# Track Vs Treadmill in exercise test



## MartaGM (Dec 14, 2015)

Hello, I would like to know if you prefer to do an exercise test for sport horses in a grass or soil court or in treadmill?
I know that the option in treadmill is the most expensive but its answer is the most standard. Nevertheless the conditions in track are very similar to competition´s conditions. :gallop:

A lot of thanks. Yours sincerely


----------



## Jhon86 (Dec 17, 2015)

Dear Marta, it is a good topic and i am going to explain muy point of view. Firstly i will introduce mysefl: my name is Jhon, i am vet in Colorado(USE), i have been helping horses since 2009 when i finished University. As you know in Colorado we hace got a big natural desert, where you can see freedom horses whereever. In this place we can see strong horses. I dont know where you are training your horses, but i think you can use treadmill to impove itself.

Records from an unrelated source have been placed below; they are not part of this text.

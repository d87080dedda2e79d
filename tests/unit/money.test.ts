import fc from "fast-check";
import { describe, expect, it } from "vitest";
import { centsToDollars, formatDollars, MAX_CENTS, parseDollars } from "@/lib/money";

describe("parseDollars", () => {
  it.each([
    ["12.50", 1250],
    ["12.5", 1250],
    ["12", 1200],
    ["12.", 1200],
    [".5", 50],
    ["0.29", 29], // 0.29 * 100 is 28.999999999999996 in floating point; digits give 29
    ["0.07", 7],
    ["1.10", 110],
    ["$16.50", 1650],
    ["  $ 16.50 ", 1650],
    ["+3", 300],
    ["$ 16.50", 1650],
    ["1,250", 125_000],
    ["1,250,000.75", 125_000_075],
    ["007.10", 710],
    ["0", 0],
    ["-0", 0],
    ["0.00", 0],
    [12.5, 1250],
    [19.99, 1999],
    [0, 0],
  ])("reads %j as %i cents", (input, cents) => {
    expect(parseDollars(input)).toEqual({ ok: true, cents });
  });

  it.each([
    ["", "empty"],
    ["   ", "empty"],
    [undefined, "empty"],
    [null, "empty"],
    ["-1", "negative"],
    ["-$1.00", "negative"],
    ["$-1.00", "negative"],
    ["−2.50", "negative"], // a typographic minus
    [-0.01, "negative"],
    ["1.234", "precision"],
    ["0.001", "precision"],
    [0.1 + 0.2, "precision"],
    ["abc", "format"],
    ["12,50", "format"],
    ["1,2500", "format"],
    ["1.2.3", "format"],
    ["$", "format"],
    [".", "format"],
    ["1e3", "format"],
    ["0x10", "format"],
    ["12 50", "format"], // 1250 or 12.50? Refused rather than guessed.
    ["1 250.00", "format"],
    [Number.NaN, "format"],
    [Number.POSITIVE_INFINITY, "format"],
    [1e21, "format"],
    [true, "format"],
    [{}, "format"],
  ])("refuses %j (%s)", (input, reason) => {
    expect(parseDollars(input)).toEqual({ ok: false, reason });
  });

  it("refuses amounts above the limit, by default $1 billion", () => {
    expect(parseDollars("1000000000")).toEqual({ ok: true, cents: MAX_CENTS });
    expect(parseDollars("1000000000.01")).toEqual({ ok: false, reason: "too-large" });
    expect(parseDollars("99999999999999999999")).toEqual({ ok: false, reason: "too-large" });
    expect(parseDollars("100.01", { maxCents: 10_000 })).toEqual({ ok: false, reason: "too-large" });
    expect(parseDollars("100.00", { maxCents: 10_000 })).toEqual({ ok: true, cents: 10_000 });
  });

  it("reads back whatever centsToDollars writes, plain or formatted", () => {
    fc.assert(
      fc.property(fc.integer({ min: 0, max: MAX_CENTS }), (cents) => {
        expect(parseDollars(centsToDollars(cents))).toEqual({ ok: true, cents });
        expect(parseDollars(formatDollars(cents))).toEqual({ ok: true, cents });
      }),
    );
  });
});

describe("centsToDollars", () => {
  it.each([
    [0, "0.00"],
    [5, "0.05"],
    [1650, "16.50"],
    [125_000, "1250.00"],
    [-405, "-4.05"],
  ])("writes %i cents as %s", (cents, text) => {
    expect(centsToDollars(cents)).toBe(text);
  });

  it("adds the symbol and thousands separators when asked", () => {
    expect(centsToDollars(123_456_789, { symbol: true, grouping: true })).toBe("$1,234,567.89");
    expect(centsToDollars(99_999, { grouping: true })).toBe("999.99");
    expect(formatDollars(25_000)).toBe("$250.00");
    expect(formatDollars(-405)).toBe("-$4.05");
  });

  it("refuses fractions of a cent and non-numbers rather than printing something wrong", () => {
    expect(() => centsToDollars(12.5)).toThrow(RangeError);
    expect(() => centsToDollars(Number.NaN)).toThrow(RangeError);
  });
});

If you need some information i can send you.

Be carefull


----------



## MartaGM (Dec 14, 2015)

Hello Jhon, thank you for your answer. I´ve some questions for you:
Is difficult for you collecting the samples? and how the samples can be influenced by ambiental conditions?


----------



## Darla75 (Dec 17, 2015)

Hi Jhon i think you have got strong horses but Marta need to see the samples in computer form example. Horses of the desert of Colorado will pass a good exercise test with high califications.


----------



## Darla75 (Dec 17, 2015)

MartaGM said:


> Hello Jhon, thank you for your answer. I´ve some questions for you:
> Is difficult for you collecting the samples? and how the samples can be influenced by ambiental conditions?

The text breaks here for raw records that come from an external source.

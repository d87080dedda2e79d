// Writes that overlap in one process (two people saving at once): with the local libSQL client a
// second BEGIN used to wait for SQLite's lock synchronously, freezing the event loop for the busy
// timeout while the open transaction could not finish, then failing with SQLITE_BUSY.
// db/index.ts queues writes (oneWriterAtATime); these check the queue keeps every write and
// never stalls.
import { eq } from "drizzle-orm";
import { afterAll, beforeAll, describe, expect, it } from "vitest";
import { companies } from "@/db/schema";
import { createTestDb, type TestDb } from "../support/test-db";

let t: TestDb;
beforeAll(async () => {
  t = await createTestDb();
});
afterAll(() => t.cleanup());

const pause = (ms: number) => new Promise((r) => setTimeout(r, ms));
const company = (slug: string) => ({ id: crypto.randomUUID(), name: `Co ${slug}`, slug });

describe("overlapping writes in one process", () => {
  it("two transactions that await between statements both commit, quickly", async () => {
    const started = performance.now();
    const run = (tag: string) =>
      t.db.transaction(async (tx) => {
        await tx.insert(companies).values(company(`${tag}-1`));
        await pause(30);
        await tx.insert(companies).values(company(`${tag}-2`));
      });
    await Promise.all([run("a"), run("b"), run("c")]);
    const rows = await t.db.select({ slug: companies.slug }).from(companies);
    expect(rows.map((r) => r.slug).filter((s) => /^[abc]-/.test(s)).sort()).toEqual(["a-1", "a-2", "b-1", "b-2", "c-1", "c-2"]);
    expect(performance.now() - started).toBeLessThan(3_000); // the busy timeout is 5 s: no one waited for it
  });

  it("a plain write during an open transaction waits its turn instead of failing", async () => {
    let inside = false;
    const tx = t.db.transaction(async (tx) => {
      await tx.insert(companies).values(company("tx-1"));
      inside = true;
      await pause(50);
      await tx.insert(companies).values(company("tx-2"));
    });
    while (!inside) await pause(1);
    await t.db.insert(companies).values(company("plain"));
    await tx;
    const slugs = (await t.db.select({ slug: companies.slug }).from(companies)).map((r) => r.slug);
    expect(slugs).toEqual(expect.arrayContaining(["tx-1", "tx-2", "plain"]));
  });

  it("reads do not wait for an open transaction", async () => {
    let release!: () => void;
    const held = new Promise<void>((r) => (release = r));
    const tx = t.db.transaction(async (tx) => {
      await tx.insert(companies).values(company("slow"));
      await held;
    });
    await pause(10);
    const rows = await t.db.select({ id: companies.id }).from(companies).where(eq(companies.slug, "slow"));
    expect(rows).toEqual([]); // not committed yet, and the read did not wait for it
    release();
    await tx;
  });

  it("a transaction that fails rolls back and lets the next write through", async () => {
    await expect(
      t.db.transaction(async (tx) => {
        await tx.insert(companies).values(company("rolled-back"));
        throw new Error("boom");
      }),
    ).rejects.toThrow("boom");
    await t.db.insert(companies).values(company("after-failure"));
    const slugs = (await t.db.select({ slug: companies.slug }).from(companies)).map((r) => r.slug);
    expect(slugs).toContain("after-failure");
    expect(slugs).not.toContain("rolled-back");
  });
});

Hi Marta it is imposible to collect samples in the desert withouth machines. In your case treadmill is a good idea.


----------



## Foxhunter (Feb 5, 2012)

There are all,sorts of modern methods for training horses and registering their fitness. Also many ways to get a horse fit. 

I am old! I was taught to listen to the horse to assess how fit it was. To push a horse until it was breathing heavy and then slow the pace down, wait until the breathing had returned to near normal and push on again. 

Later this was done on a clock, two minutes trotting, walk for one then three minutes trotting walk for one amd as the horse got fitter so the pace was increased and times lengthened with recovery times shortening. 
It was called Interval Training and became the rage. I continued with my way and my horses - Point to Pointers were as fit if not fitter than others.

Never used a treadmill for horses, good long steady exercise riding out and about, lots of up and down hills at various paces. All horses did a fair amount of road work to Baden their legs. 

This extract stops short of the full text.